A friend of mine used to call life “a bucket of shit with the handles on the insides.” I’m going to appropriate that now to the internet, thanks in large part to the disease of accepted bullying that happens every second of every day here — our formerly dignified selves taking a backseat to the worst humanity has to offer. What Novak experienced the night of the Oscars is an example of a typical day online – it has become so accepted, in fact, that almost everything and everyone is fair game for ridicule – the best way to handle it is to ignore it and go on with your life. I’m sorry that we aren’t better people. I’m sorry that you had the courage to face the public, 40 million people, who may or may not had their own things to say in the privacy of their own home, but that they took to Twitter and various — USELESS — gossip sites to make fun of your face. Just remember, it isn’t you. They (we) are addicted to the taste of blood.

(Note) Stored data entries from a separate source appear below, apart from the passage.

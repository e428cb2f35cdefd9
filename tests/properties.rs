//! Property tests: random valid scenarios must give finite results that keep
//! the circuit laws; random invalid values must give an error naming the
//! field.  Seeded (SplitMix64, tests/common/rng.rs), so every case can be
//! rerun from its seed: `RF_PROP_SEED=<seed> cargo test --test properties`.
//!
//! The laws checked are physics, not our numbers: energy conservation (AC
//! power in = DC load power + modelled losses) and Kirchhoff's current law at
//! a three-wire bridge (the line currents sum to zero).  PF <= 1 and THD >= 0
//! follow from their definitions (Cauchy-Schwarz; a ratio of RMS values).

mod common;
use common::finite::non_finite_paths;
use common::rng::{random_scenario, Rng};
use rectifield::scenario::{BridgeKind, DcLoad, Scenario};
use rectifield::{analyze, Analysis};
use std::sync::mpsc;
use std::time::{Duration, Instant};

/// Cases per run (the run stays under about a minute in the dev profile).
const VALID_CASES: usize = 200;
const INVALID_CASES: usize = 2000;
/// Time allowed for one analysis in the dev profile before it counts as a hang.
const CASE_LIMIT: Duration = Duration::from_secs(20);

fn seed0() -> u64 {
    std::env::var("RF_PROP_SEED")
        .ok()
        .and_then(|s| s.parse().ok())
        .unwrap_or(0x5EED_0009)
}

/// Run `analyze` in a thread, failing on a panic or a run past `limit`.
pub fn analyze_bounded(
    s: &Scenario,
    limit: Duration,
) -> Result<Result<Analysis, rectifield::textbook::FieldError>, String> {
    let (tx, rx) = mpsc::channel();
    let sc = s.clone();
    std::thread::spawn(move || {
        let r = std::panic::catch_unwind(|| analyze(&sc));
        let _ = tx.send(r);
    });
    match rx.recv_timeout(limit) {
        Ok(Ok(r)) => Ok(r),
        Ok(Err(p)) => Err(format!(
            "panic: {}",
            p.downcast_ref::<String>()
                .cloned()
                .or_else(|| p.downcast_ref::<&str>().map(|s| s.to_string()))
                .unwrap_or_default()
        )),
        Err(_) => Err(format!("no answer within {limit:?}")),
    }
}

/// Every law the analysis must keep; returns the broken ones.
fn check_laws(s: &Scenario, a: &Analysis) -> Vec<String> {
    let mut bad = Vec::new();
    let three_pulse = matches!(
        s.bridge.kind,
        BridgeKind::ThreePulseDiode | BridgeKind::ThreePulseThyristor
    );
    for p in non_finite_paths(a) {
        // Documented: NaN for the three-pulse bridge, whose neutral carries current.
        if three_pulse && p.starts_with("results.line_current_sum_max_a") {
            continue;
        }
        bad.push(format!("non-finite {p}"));
    }
    let (Some(sim), Some(r)) = (&a.sim, &a.results) else {
        return bad;
    };
    // AC input = DC output + losses within 0.1 % for every bridge (the
    // twelve-pulse delta set once used a plain 30-degree shift, which missed
    // the balance under unbalance and harmonics by up to 2.2e-2; it is now the
    // exact delta transform of the star set).
    let pbe_tol = 1e-3;
    if r.power_balance_error.abs() > pbe_tol {
        bad.push(format!("power balance error {:e}", r.power_balance_error));
    }
    if !three_pulse {
        let peak = sim.roles.line_i[..]
            .iter()
            .map(|&i| sim.signals[i].max.abs().max(sim.signals[i].min.abs()))
            .fold(0.0, f64::max);
        // The engine's node leak (1e6 Z_base to the reference, see
        // DEVELOPERS.md) lets a few 1e-6 of the rated current return outside
        // the lines; random cases showed up to 4e-5 of the peak line
        // current.  Allow 1e-4.
        let tol = 1e-4 * (peak + a.derived.rated_current_a);
        if r.line_current_sum_max_a > tol {
            bad.push(format!(
                "line currents sum to {:e} A (peak {peak:e} A)",
                r.line_current_sum_max_a
            ));
        }
    }
    for p in r.power.iter().chain(std::iter::once(&r.total)) {
        if p.power_factor > 1.0 + 1e-9 {
            bad.push(format!("power factor {} > 1 ({})", p.power_factor, p.phase));
        }
        if p.s_va < 0.0 {
            bad.push(format!("apparent power {} < 0", p.s_va));
        }
    }
    for c in &r.line_currents {
        if c.thd_pct < 0.0 || c.rms_a < 0.0 {
            bad.push(format!(
                "THD {} / RMS {} negative ({})",
                c.thd_pct, c.rms_a, c.phase
            ));
        }
    }
    if r.thd_max_pct < 0.0 {
        bad.push(format!("thd_max_pct {}", r.thd_max_pct));
    }
    bad
}

#[test]
fn random_valid_scenarios_keep_the_laws() {
    let mut rng = Rng(seed0());
    let t0 = Instant::now();
    let (mut ran, mut refused, mut solved, mut sim_failed) = (0, 0, 0, 0);
    let mut failures = Vec::new();
    let mut refusals: std::collections::BTreeMap<String, usize> = Default::default();
    let mut sim_fail_reasons: std::collections::BTreeMap<String, usize> = Default::default();
    let mut slowest = (Duration::ZERO, 0u64);
    // Thyristor cases run by default: their earlier time-outs came from a
    // solver stop closer than one time tick, fixed in the solver (a1b786b).
    let all_kinds = std::env::var("RF_PROP_SKIP_THYRISTOR").is_err();
    let mut skipped_controlled = 0;
    let mut twelve_pbe_max: f64 = 0.0;
    while ran < VALID_CASES {
        let seed = rng.next_u64();
        let s = random_scenario(&mut Rng(seed));
        if s.bridge.kind.is_controlled() && !all_kinds {
            // Skipped only on request (RF_PROP_SKIP_THYRISTOR=1).
            skipped_controlled += 1;
            continue;
        }
        ran += 1;
        let t = Instant::now();
        match analyze_bounded(&s, CASE_LIMIT) {
            Err(e) => failures.push(format!(
                "seed {seed}: {e}\n{}",
                rectifield::scenario::to_json(&s)
            )),
            Ok(Err(fe)) => {
                refused += 1;
                *refusals.entry(fe.field.clone()).or_default() += 1;
            }
            Ok(Ok(a)) => {
                if a.sim.is_some() {
                    solved += 1;
                } else {
                    sim_failed += 1;
                    let w = a
                        .warnings
                        .iter()
                        .find(|w| w.starts_with("simulation:"))
                        .cloned()
                        .unwrap_or_default();
                    *sim_fail_reasons
                        .entry(w.chars().take(90).collect())
                        .or_default() += 1;
                }
                if let Some(r) = &a.results {
                    if matches!(
                        s.bridge.kind,
                        BridgeKind::TwelvePulseSeries | BridgeKind::TwelvePulseParallel
                    ) {
                        twelve_pbe_max = twelve_pbe_max.max(r.power_balance_error.abs());
                    }
                }
                let bad = check_laws(&s, &a);
                if !bad.is_empty() {
                    failures.push(format!(
                        "seed {seed}: {}\n{}",
                        bad.join("; "),
                        rectifield::scenario::to_json(&s)
                    ));
                }
            }
        }
        let dt = t.elapsed();
        if dt > slowest.0 {
            slowest = (dt, seed);
        }
    }
    println!(
        "valid-range cases: {ran} ran in {:?}: {solved} solved, {sim_failed} simulation failures (warning, sim None), {refused} refused by a cross-field check; slowest {:?} (seed {})",
        t0.elapsed(),
        slowest.0,
        slowest.1
    );
    println!("refused by field: {refusals:?}");
    println!(
        "thyristor cases skipped (RF_PROP_SKIP_THYRISTOR set): {skipped_controlled}; largest twelve-pulse power balance error {twelve_pbe_max:.2e}"
    );
    println!("simulation failures: {sim_fail_reasons:?}");
    assert!(
        failures.is_empty(),
        "{} of {ran} cases broke a law:\n{}",
        failures.len(),
        failures.join("\n\n")
    );
    // The generator is meant to produce mostly solvable cases; if most are
    // refused the test would be checking nothing.
    assert!(solved * 2 > ran, "only {solved} of {ran} cases solved");
}

/// A bad value for one field: (path, setter).
type Mutator = (&'static str, fn(&mut Scenario, f64));

fn mutators() -> Vec<Mutator> {
    vec![
        ("supply.v_ll_rms_v", |s, x| s.supply.v_ll_rms_v = x),
        ("supply.f_hz", |s, x| s.supply.f_hz = x),
        ("supply.phase_magnitude_pu.1", |s, x| {
            s.supply.phase_magnitude_pu[1] = x
        }),
        ("supply.phase_angle_offset_deg.2", |s, x| {
            s.supply.phase_angle_offset_deg[2] = x
        }),
        ("bridge.alpha_deg", |s, x| s.bridge.alpha_deg = x),
        ("bridge.gate_width_deg", |s, x| s.bridge.gate_width_deg = x),
        ("bridge.v_threshold_v", |s, x| s.bridge.v_threshold_v = x),
        ("bridge.r_slope_ohm", |s, x| s.bridge.r_slope_ohm = x),
        ("bridge.interphase_l_h", |s, x| s.bridge.interphase_l_h = x),
        ("dc.choke_l_h", |s, x| s.dc.choke_l_h = x),
        ("dc.choke_r_ohm", |s, x| s.dc.choke_r_ohm = x),
        ("dc.cap_f", |s, x| s.dc.cap_f = x),
        ("dc.cap_esr_ohm", |s, x| s.dc.cap_esr_ohm = x),
        ("dc.bleed_r_ohm", |s, x| s.dc.bleed_r_ohm = x),
        ("dc.precharge_r_ohm", |s, x| s.dc.precharge_r_ohm = x),
        ("dc.precharge_bypass_s", |s, x| s.dc.precharge_bypass_s = x),
        ("dc.cap_rth_k_per_w", |s, x| s.dc.cap_rth_k_per_w = x),
        ("dc.cap_rated_life_h", |s, x| s.dc.cap_rated_life_h = x),
        ("dc.ambient_c", |s, x| s.dc.ambient_c = x),
        ("analysis.rated_power_w", |s, x| {
            s.analysis.rated_power_w = x
        }),
        ("analysis.demand_current_a", |s, x| {
            s.analysis.demand_current_a = x
        }),
        ("dc.load.r_ohm", |s, x| {
            s.dc.load = DcLoad::Resistor { r_ohm: x }
        }),
        ("dc.load.i_a", |s, x| {
            s.dc.load = DcLoad::ConstantCurrent { i_a: x }
        }),
        ("dc.load.p_w", |s, x| {
            s.dc.load = DcLoad::ConstantPower { p_w: x }
        }),
        ("dc.load.l_h", |s, x| {
            s.dc.load = DcLoad::Rle {
                r_ohm: 10.0,
                l_h: x,
                e_v: 0.0,
            }
        }),
        ("source.impedance.l_h", |s, x| {
            s.source.impedance = rectifield::scenario::SourceImpedance::Direct {
                r_ohm: 0.01,
                l_h: x,
            }
        }),
        ("source.impedance.z_pct", |s, x| {
            s.source.impedance = rectifield::scenario::SourceImpedance::Transformer {
                s_kva: 1000.0,
                z_pct: x,
                x_over_r: 6.0,
            }
        }),
        ("source.reactor.l_h", |s, x| {
            s.source.reactor = rectifield::scenario::LineReactor::Henry { l_h: x, r_ohm: 0.0 }
        }),
    ]
}

/// Values outside every range above (for each field at least one of these
/// is out of range; the in-range ones are skipped).
const BAD: [f64; 9] = [
    f64::NAN,
    f64::INFINITY,
    f64::NEG_INFINITY,
    -1.0,
    -1e-300,
    1e300,
    1e7,
    5e-7,
    -180.5,
];

#[test]
fn random_invalid_values_name_their_field() {
    let mut rng = Rng(seed0() ^ 0xBAD);
    let muts = mutators();
    let (mut ran, mut rejected, mut accepted) = (0, 0, 0);
    let mut failures = Vec::new();
    let t0 = Instant::now();
    for _ in 0..INVALID_CASES {
        let base = random_scenario(&mut rng);
        let (path, set) = muts[rng.below(muts.len())];
        let x = if rng.chance(0.5) {
            BAD[rng.below(BAD.len())]
        } else {
            // A random float from its bits: any sign, exponent, NaN payload.
            f64::from_bits(rng.next_u64())
        };
        let mut s = base.clone();
        set(&mut s, x);
        ran += 1;
        // Validation alone: fast, so thousands of cases run.
        let r = std::panic::catch_unwind(|| rectifield::validate::validate(&s));
        match r {
            Err(_) => failures.push(format!("{path} = {x:e}: panic in validate")),
            Ok(Err(fe)) => {
                rejected += 1;
                // The field set must be the one named, unless the base case
                // was already refused for another reason or the value is legal
                // and a cross-field check spoke.
                let base_ok = rectifield::validate::validate(&base).is_ok();
                if base_ok && !x.is_finite() && fe.field != path {
                    failures.push(format!("{path} = {x:e}: error names {fe}"));
                }
                if fe.reason.is_empty() {
                    failures.push(format!("{path} = {x:e}: empty reason"));
                }
            }
            Ok(Ok(_)) => {
                accepted += 1;
                if !x.is_finite() {
                    failures.push(format!("{path} = {x:e}: non-finite value accepted"));
                }
            }
        }
    }
    // A sample through the full analysis (bounded time, no panic).
    let mut full = 0;
    for _ in 0..40 {
        let mut s = random_scenario(&mut rng);
        let (path, set) = muts[rng.below(muts.len())];
        let x = BAD[rng.below(BAD.len())];
        set(&mut s, x);
        full += 1;
        match analyze_bounded(&s, CASE_LIMIT) {
            Err(e) => failures.push(format!("{path} = {x:e}: {e}")),
            Ok(Err(fe)) => assert!(!fe.field.is_empty()),
            Ok(Ok(a)) => {
                if !x.is_finite() {
                    failures.push(format!("{path} = {x:e}: analysis accepted it"));
                }
                let bad = check_laws(&s, &a);
                if !bad.is_empty() {
                    failures.push(format!("{path} = {x:e}: {}", bad.join("; ")));
                }
            }
        }
    }
    println!(
        "invalid-value cases: {ran} through validate ({rejected} rejected, {accepted} in range after all), {full} through analyze, {:?}",
        t0.elapsed()
    );
    assert!(failures.is_empty(), "{}", failures.join("\n"));
    assert!(rejected > ran / 2, "only {rejected} of {ran} rejected");
}

#[test]
fn every_builtin_example_and_the_default_validate() {
    let mut all = rectifield::examples::all();
    all.push(("default", Scenario::default()));
    for (name, s) in all {
        if let Err(e) = rectifield::validate::validate(&s) {
            panic!("{name}: {e}");
        }
    }
}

But more than even that, I’m sorry that we live in a culture – and that Hollywood has become an industry that encourages “getting work done” in order to have a career. There is a reason why so few actresses go under the knife in the UK and other countries because they are allowed to age there. Their worth is beyond someone saying “she looks great for her age.” We live in a world that praises someone like Jane Fonda who gets all of the work done “right.” There are other examples – Sofia Loren, Raquel Welch – former beauties who had a skilled surgeon nip a little here, tuck a little here and aren’t we still falling all over ourselves at how young they STILL look because god knows that is all that matters — that we stay looking young.
So you’re kind of damned if you, damned if you don’t, Kim. Don’t get the work done and people say “I remember her when she looked beautiful.” Get the work done and people might say “doesn’t she look good?” But if it isn’t done “right” or if it is noticeable people will say “what happened to her?” You aren’t alone. Women are everywhere in my city with unrealistically swollen lips, puffy eyes, stretched back skin, giant rubber boobs, sucked in tummies – all trying to look like Nicole Kidman who injects to keep young looking, wears lots of sunscreen and works out like a madwoman. You see, this is the end result of a culture that values the worth of women by what they look like on the outside. It is ruining Hollywood. It is ruining women. Unfortunately, women are even worse when it comes to talking about how bad someone looks. Ever take a gander at those awful magazines in supermarkets? Perhaps we all feel so badly about ourselves we can’t really face the day unless someone else is taking a hit for cellulite or wrinkles or bad plastic surgery. Women punishing women. The endless awful cycle.
All of these things are separate issues from what you experienced the morning after the Oscars. What happens on Twitter now and in the comments sections of blogs where any user can sign up anonymously and say whatever they’re thinking, get a quick thrill from saying the unsayable, then sleep at night, knowing they caused someone somewhere great harm. On Twitter, the bullying mentality catches on wildfire – isn’t it fun to make fun? Didn’t we leave this all behind in high school? I guess we didn’t. We have an enormously powerful tool at our disposal and this is how we choose to use it. Ain’t we a grand species?
The only way to console yourself over this is the simple truth that none of it means anything. It is chew for the day, spit gathered in an overflowing spittoon until the next item for ridicule presents itself. The worst thing the media can do – and they do it all of the time – is pay any attention to globs of spit whose only future includes being flushed down the toilet. Any sentence on a news program that begins with “people on Twitter…” Lazy journalism that isn’t worthy of anyone’s time.
There isn’t much left to say except this: you’re still here. You’re still alive. What remains of your life, with or without the assclowns online, is a gift. It matters less what your face looks like and more that your soul is in intact. The only upside to your appearance at the Oscars is to perhaps remind women that sometimes those surgeries won’t earn them Jane Fonda-like status in the tribe. Sometimes it isn’t a way to age backwards in hopes of keeping that admiration we only really get freely when we’re young.